Judith Miller, Scooter Libby, and the trouble with special prosecutors

Libby’s conviction looks ever shakier – and the system that produced it ever more worrying

25 April 2015

9:00 AM

25 April 2015

9:00 AM

Nothing is capable of undermining American democracy more than its legal system. Amid the plea bargains, perp walks and 95 per cent conviction ratings for some crimes, one feature of the system stands out as particularly rank — the role of ‘special prosecutor’. A new piece of evidence relating to a high-profile conviction eight years ago provides a perfect demonstration.

The case relates to a legal dispute spanning President George W. Bush’s period in office. In late 2003 the situation in post-war Iraq had already begun to go horribly wrong. In the US, many who had eagerly supported the invasion and warned of the risks of WMD were flaking away and seeking scapegoats. In the ‘Plame affair’, the perfect outlet seemed to have been provided.

The case revolved around the ‘outing’ of a CIA officer, Valerie Plame. Her husband, the former US ambassador Joe Wilson, had been sent to Africa to inquire into claims by British intelligence that Saddam Hussein had been trying to buy uranium. There was a dispute over the findings and their use and Wilson publicly turned on the administration. For this reason, it was alleged, someone in the administration vengefully ‘outed’ his wife as an agent of the CIA. The case always involved too much detail, and too many egos, personalities and ambitions, to be remotely straightforward. But as the situation in Iraq deteriorated it seemed to many to provide the most promising legal stick with which to beat the administration.

Valerie Plame And Joseph Wilson Hold Press Conference On Lawsuit
Former CIA operative, Valerie Plame and her husband, former US ambassador, Joseph Wilson (Photo: Getty)

In order to find the leak, one Patrick Fitzgerald was appointed special prosecutor. It is a position from which major careers can be made, and so appointees tend to view anything from oral sex to an off-record conversation as a Watergate scandal in waiting. Fitzgerald duly threw himself into the role, summoning, questioning, and hauling before grand juries both journalists and members of the administration.
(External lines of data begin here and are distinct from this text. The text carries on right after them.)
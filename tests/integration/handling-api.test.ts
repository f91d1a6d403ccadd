import { describe, it, expect, beforeAll, afterAll } from 'vitest';
import { QueryTypes } from 'sequelize';
import { signedIn, DEMO, type Client } from '../helpers/http';
import { snapshot } from '../helpers/scratch-db';
import { newSpecimen } from '../helpers/registry';
import { db, closeDb } from '../../src/lib/server/db';
import { formatCode } from '../../src/lib/domain/codes';

// a well-formed code (right check character) that names no item
const NO_SUCH = formatCode('HLF', 99_999);

let curator: Client;
let auditor: Client;
afterAll(() => closeDb());
beforeAll(async () => {
	curator = await signedIn(DEMO.curator);
	auditor = await signedIn(DEMO.auditor);
});

const MIN = 60_000;
const at = (ms: number) => new Date(ms).toISOString();
async function splitOnce(code: string, massUg: number): Promise<{ child: string; splitAt: number; splitId: string }> {
	const r = await curator.post(`/api/items/${code}/splits`, { children: [{ massUg }] });
	expect(r.status, JSON.stringify(r.body)).toBe(201);
	const [row] = await db().query<{ at: Date }>('SELECT at FROM splits WHERE id = :id', { type: QueryTypes.SELECT, replacements: { id: r.body.splitId } });
	return { child: r.body.children[0].code, splitAt: new Date(row.at).getTime(), splitId: r.body.splitId };
}
async function session(body: Record<string, unknown>) {
	const r = await curator.post('/api/handling-sessions', { purpose: 'test session', ...body });
	expect(r.status, JSON.stringify(r.body)).toBe(201);
	return r.body.session;
}
async function blank(): Promise<string> {
	const r = await curator.post('/api/items', { collection: 'HLF', kind: 'blank', massUg: 1, description: 'witness coupon for a test' });
	expect(r.status).toBe(201);
	return r.body.item.code;
}

describe('exposure through the API: three generations, mixed atmospheres', () => {
	// Worked example (Regolog's inheritance rule, domain/exposure.ts; interval arithmetic by hand):
	// S is split into C at tC, C into G at tG.
	//   A on S, cleanroom air, tC−300 … tC−240 min            → G inherits 60 min
	//   K on C, ambient air,   tG−90 … tG−80 min              → G inherits 10 min; C's own 10 min
	//   B on S, nitrogen,      tC−30 … tC+5 min, clipped at tC → G and C inherit 30 min
	//   N on G, nitrogen,      tG+3 … tG+8 min                 → G's own 5 min
	// G: nitrogen 5 own + 30 inherited = 35; handling 60 + 10 + 30 + 5 = 105 min (disjoint);
	// only A has an analysed blank: coverage 60 / 105; uncovered K, B, N.
	it('counts own and inherited minutes per class, clips at the split, and works out coverage', async () => {
		const s = await newSpecimen(curator, 50_000);
		const { child: c, splitAt: tC } = await splitOnce(s, 20_000);
		const { child: g, splitAt: tG } = await splitOnce(c, 5_000);
		const witness = await blank();
		await db().query(`INSERT INTO blank_analyses (blank_item_id, summary) SELECT id, 'blank run below LOQ' FROM items WHERE code = :c`, { replacements: { c: witness } });
		await session({ items: [s], atmosphere: 'cleanroom_air', start: at(tC - 300 * MIN), end: at(tC - 240 * MIN), blanks: [witness] });
		await session({ items: [c], atmosphere: 'ambient_air', start: at(tG - 90 * MIN), end: at(tG - 80 * MIN) });
		const b = await session({ items: [s], atmosphere: 'nitrogen_glovebox', start: at(tC - 30 * MIN), end: at(tC + 5 * MIN), temperatureC: 21, humidityPct: 0.4 });
		await session({ items: [g], atmosphere: 'nitrogen_glovebox', start: at(tG + 3 * MIN), end: at(tG + 8 * MIN) });

		const r = await curator.get(`/api/items/${g}/exposure`);
		expect(r.status).toBe(200);
		const rep = r.body.report;
		expect(rep.minutes.own).toEqual({ nitrogen_glovebox: 5, argon_glovebox: 0, cleanroom_air: 0, ambient_air: 0, vacuum: 0 });
		expect(rep.minutes.inherited).toEqual({ nitrogen_glovebox: 30, argon_glovebox: 0, cleanroom_air: 60, ambient_air: 10, vacuum: 0 });
		expect(rep.minutes.total.nitrogen_glovebox).toBe(35);
		expect(rep.handlingMinutes).toBe(105);
		expect(rep.coverage.coveredMinutes).toBe(60);
		expect(rep.coverage.share).toBeCloseTo(60 / 105, 12);
		expect(rep.coverage.uncovered.map((u: { itemId: string }) => u.itemId).sort()).toEqual([c, g, s].sort());
		const clipped = rep.sessions.find((x: { sessionId: string }) => x.sessionId === b.id);
		expect(clipped).toMatchObject({ itemId: s, generation: 2, inherited: true, clipped: true, minutes: 30 });
		expect(rep.violations).toEqual([]); // HLF allows ambient air up to 240 min

		const rc = (await curator.get(`/api/items/${c}/exposure`)).body.report;
		expect(rc.minutes.own.ambient_air).toBe(10);
		expect(rc.minutes.inherited).toMatchObject({ nitrogen_glovebox: 30, cleanroom_air: 60 });
		expect(rc.minutes.total.nitrogen_glovebox).toBe(30); // G's own session is not C's
	});

	it('flags the seeded ambient-air exposure beyond the ICE limit', async () => {
		const [run7] = await db().query<{ code: string }>(
			`SELECT i.code FROM items i JOIN collections c ON c.id = i.collection_id WHERE c.prefix = 'ICE' AND i.kind = 'specimen' ORDER BY i.serial LIMIT 1`,
			{ type: QueryTypes.SELECT }
		);
		const r = await auditor.get(`/api/items/${run7.code}/exposure`);
		expect(r.status).toBe(200);
		expect(r.body.report.violations).toEqual([expect.objectContaining({ kind: 'ambient-air-over-limit', minutes: 25, limitMinutes: 10 })]);
		expect(r.body.lineageFlags.find((f: { relation: string }) => f.relation === 'self').violations).toBe(1);
	});
});

describe('bad sessions are refused and change nothing', () => {
	let item: string;
	let witness: string;
	const t0 = Date.now() - 600 * MIN;
	beforeAll(async () => {
		item = await newSpecimen(curator, 30_000);
		witness = await blank();
		await session({ items: [item], atmosphere: 'nitrogen_glovebox', start: at(t0), end: at(t0 + 60 * MIN), blanks: [witness] });
	});
	const unchanged = async (fn: () => Promise<void>) => {
		const before = await snapshot(db(), ['schema_migrations', 'sessions']);
		await fn();
		expect(await snapshot(db(), ['schema_migrations', 'sessions'])).toEqual(before);
	};
	const refused = async (body: Record<string, unknown>, status: number, code: string, field: string, message: RegExp) => {
		const r = await curator.post('/api/handling-sessions', { items: [item], atmosphere: 'nitrogen_glovebox', start: at(t0 + 120 * MIN), end: at(t0 + 150 * MIN), purpose: 'bad input', ...body });
		expect(r.status, JSON.stringify(r.body)).toBe(status);
		expect(r.body.error.code).toBe(code);
		expect(Object.keys(r.body.error.fields ?? {})).toContain(field);
		expect(r.body.error.message).toMatch(message);
	};

	it('end before start, unknown blank, atmosphere not allowed, contact not allowed, overlapping duplicate', async () => {
		await unchanged(async () => {
			await refused({ start: at(t0 + 200 * MIN), end: at(t0 + 190 * MIN) }, 422, 'end_before_start', 'end', /must end after it starts/);
			await refused({ end: at(t0 + 120 * MIN) }, 422, 'end_before_start', 'end', /end after it starts/);
			await refused({ blanks: [witness, NO_SUCH] }, 422, 'unknown_item', 'blanks.1', new RegExp(`no item ${NO_SUCH}`));
			await refused({ blanks: [item] }, 422, 'not_a_blank', 'blanks.0', /is not a blank/);
			await refused({ atmosphere: 'vacuum' }, 422, 'atmosphere_not_allowed', 'atmosphere', /Vacuum is not allowed for HLF/);
			await refused({ contacts: ['Aluminium foil wrap'] }, 422, 'contact_not_allowed', 'contacts.0', /aluminium foil\) is not an allowed contact material for HLF/);
			await refused({ contacts: ['Brass tongs'] }, 422, 'unknown_contact', 'contacts.0', /not in the HLF catalogue/);
			await refused({ items: [item, NO_SUCH] }, 422, 'unknown_item', 'items.1', /no item/);
			await refused({ start: at(t0 + 30 * MIN), end: at(t0 + 90 * MIN) }, 409, 'overlapping_session', 'items.0', new RegExp(`${item} is already in a session`));
			await refused({ start: 'yesterday' }, 422, 'invalid_input', 'start', /date and time/);
			await refused({ humidityPct: 140 }, 422, 'invalid_input', 'humidityPct', /0–100/);
		});
	});

	it('the session form answers the same refusals beside the fields and writes nothing', async () => {
		await unchanged(async () => {
			const form = (fields: Record<string, string>) =>
				curator.request('POST', '/handling/new', new URLSearchParams({ items: item, atmosphere: 'nitrogen_glovebox', start: '2031-01-01T10:00', end: '2031-01-01T09:00', purpose: 'bad input', ...fields }).toString(), {
					'content-type': 'application/x-www-form-urlencoded', 'x-sveltekit-action': 'true', accept: 'application/json'
				});
			const endFirst = await form({});
			expect(JSON.stringify(endFirst.body)).toMatch(/must be after the start/);
			const t = (ms: number) => at(ms).slice(0, 16);
			const overlap = await form({ start: t(t0 + 10 * MIN), end: t(t0 + 20 * MIN) });
			expect(JSON.stringify(overlap.body)).toMatch(/already in a session/);
			const noBlank = await form({ start: t(t0 + 300 * MIN), end: t(t0 + 310 * MIN), blanks: NO_SUCH });
			expect(JSON.stringify(noBlank.body)).toMatch(new RegExp(`no item ${NO_SUCH}`));
		});
	});
});

describe('a split without a handling session', () => {
	it('is flagged until a curator attaches one, and attaching is on the trail', async () => {
		const parent = await newSpecimen(curator, 40_000);
		const { child, splitId } = await splitOnce(parent, 10_000);
		const flagged = (await curator.get(`/api/items/${child}/exposure`)).body.splitsWithoutSession;
		expect(flagged).toEqual([expect.objectContaining({ splitId, role: 'origin', flag: 'no handling session on record' })]);

		const other = await newSpecimen(curator, 1_000);
		const foreign = await session({ items: [other], atmosphere: 'nitrogen_glovebox', start: at(Date.now() - 40 * MIN), end: at(Date.now() - 35 * MIN) });
		const wrong = await curator.post(`/api/splits/${splitId}/handling-session`, { sessionId: foreign.id });
		expect(wrong.status).toBe(422);
		expect(wrong.body.error.fields.sessionId).toMatch(`does not list ${parent}`);

		const s = await session({ items: [parent], atmosphere: 'nitrogen_glovebox', start: at(Date.now() - 20 * MIN), end: at(Date.now() - 5 * MIN) });
		const ok = await curator.post(`/api/splits/${splitId}/handling-session`, { sessionId: s.id });
		expect(ok.status, JSON.stringify(ok.body)).toBe(200);
		expect((await curator.get(`/api/items/${child}/exposure`)).body.splitsWithoutSession).toEqual([]);
		const again = await curator.post(`/api/splits/${splitId}/handling-session`, { sessionId: s.id });
		expect(again.status).toBe(409);
		const [ev] = await db().query<{ n: number }>(`SELECT count(*)::int AS n FROM trail_events WHERE action = 'split.session_attached' AND subject_id = :id`, { type: QueryTypes.SELECT, replacements: { id: splitId } });
		expect(ev.n).toBe(1);
		// nothing else about a split can change
		await expect(db().query('UPDATE splits SET reason = :r WHERE id = :id', { replacements: { r: 'changed', id: splitId } })).rejects.toThrow(/append-only/);
	});

	it('a split can name its session when it is recorded', async () => {
		const parent = await newSpecimen(curator, 40_000);
		const s = await session({ items: [parent], atmosphere: 'cleanroom_air', start: at(Date.now() - 30 * MIN), end: at(Date.now() - 10 * MIN) });
		const r = await curator.post(`/api/items/${parent}/splits`, { children: [{ massUg: 1_000 }], handlingSessionId: s.id });
		expect(r.status, JSON.stringify(r.body)).toBe(201);
		expect((await curator.get(`/api/items/${r.body.children[0].code}/exposure`)).body.splitsWithoutSession).toEqual([]);
	});
});

describe('the auditor’s history', () => {
	it('lists handling, blanks, lineage and weighings in time order, filters by kind and exports CSV and PDF', async () => {
		const parent = await newSpecimen(curator, 40_000);
		const w = await blank();
		await session({ items: [parent], atmosphere: 'nitrogen_glovebox', start: at(Date.now() - 50 * MIN), end: at(Date.now() - 45 * MIN), blanks: [w], purpose: 'history check' });
		const h = await auditor.get(`/api/items/${parent}/history`);
		expect(h.status).toBe(200);
		const kinds = h.body.entries.map((e: { kind: string }) => e.kind);
		expect(kinds).toEqual(expect.arrayContaining(['lineage', 'handling', 'blank']));
		const times = h.body.entries.map((e: { at: string }) => e.at);
		expect([...times].sort()).toEqual(times);
		expect(h.body.entries.find((e: { kind: string }) => e.kind === 'blank').summary).toContain(w);
		const only = await auditor.get(`/api/items/${parent}/history?kind=handling`);
		expect(only.body.entries.length).toBe(1);
		expect(only.body.entries[0].summary).toContain('history check');
		const none = await auditor.get(`/api/items/${parent}/history?actor=nobody-by-that-name`);
		expect(none.body.entries).toEqual([]);
		const bad = await auditor.get(`/api/items/${parent}/history?kind=gossip`);
		expect(bad.status).toBe(400);

		const csv = await auditor.request('GET', `/api/items/${parent}/history?format=csv`);
		expect(csv.headers.get('content-type')).toMatch(/text\/csv/);
		expect(String(csv.body).split('\n')[0]).toBe('at_utc,kind,actor,summary,record');
		expect(String(csv.body)).toContain('history check');
		const pdf = await fetch(`${process.env.REGOLOG_API_TEST_PORT ? `http://127.0.0.1:${process.env.REGOLOG_API_TEST_PORT}` : ''}/api/items/${parent}/history?format=pdf`, { headers: { cookie: auditor.cookie! } });
		expect(pdf.headers.get('content-type')).toBe('application/pdf');
		expect(Buffer.from(await pdf.arrayBuffer()).subarray(0, 5).toString()).toBe('%PDF-');
	});
});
We now know that from the time of his appointment in December 2003 Fitzgerald had already known that the person who had first leaked Plame’s identity to the columnist Robert Novak was Richard Armitage from Colin Powell’s office. This fact was publicly disclosed in 2006. But that clearly wasn’t enough for Fitzgerald’s appetite, and so the hunt went on after the source had been found. Along the way Fitzgerald discovered that the star New York Times reporter Judith Miller had had several conversations with Scooter Libby, Vice President Dick Cheney’s chief of staff. Miller had never even written about Valerie Plame — the only cause of the investigation being ordered — but Fitzgerald ordered her to hand over her notebooks anyway. Miller refused, citing her journalistic duty to protect sources, and so went to prison for three months for protecting sources over a story she never wrote.

Bush Discusses O'Connor Retirement From Supreme Court
Former U.S. Vice President Dick Cheney with adviser Scooter Libby (Photo: Getty)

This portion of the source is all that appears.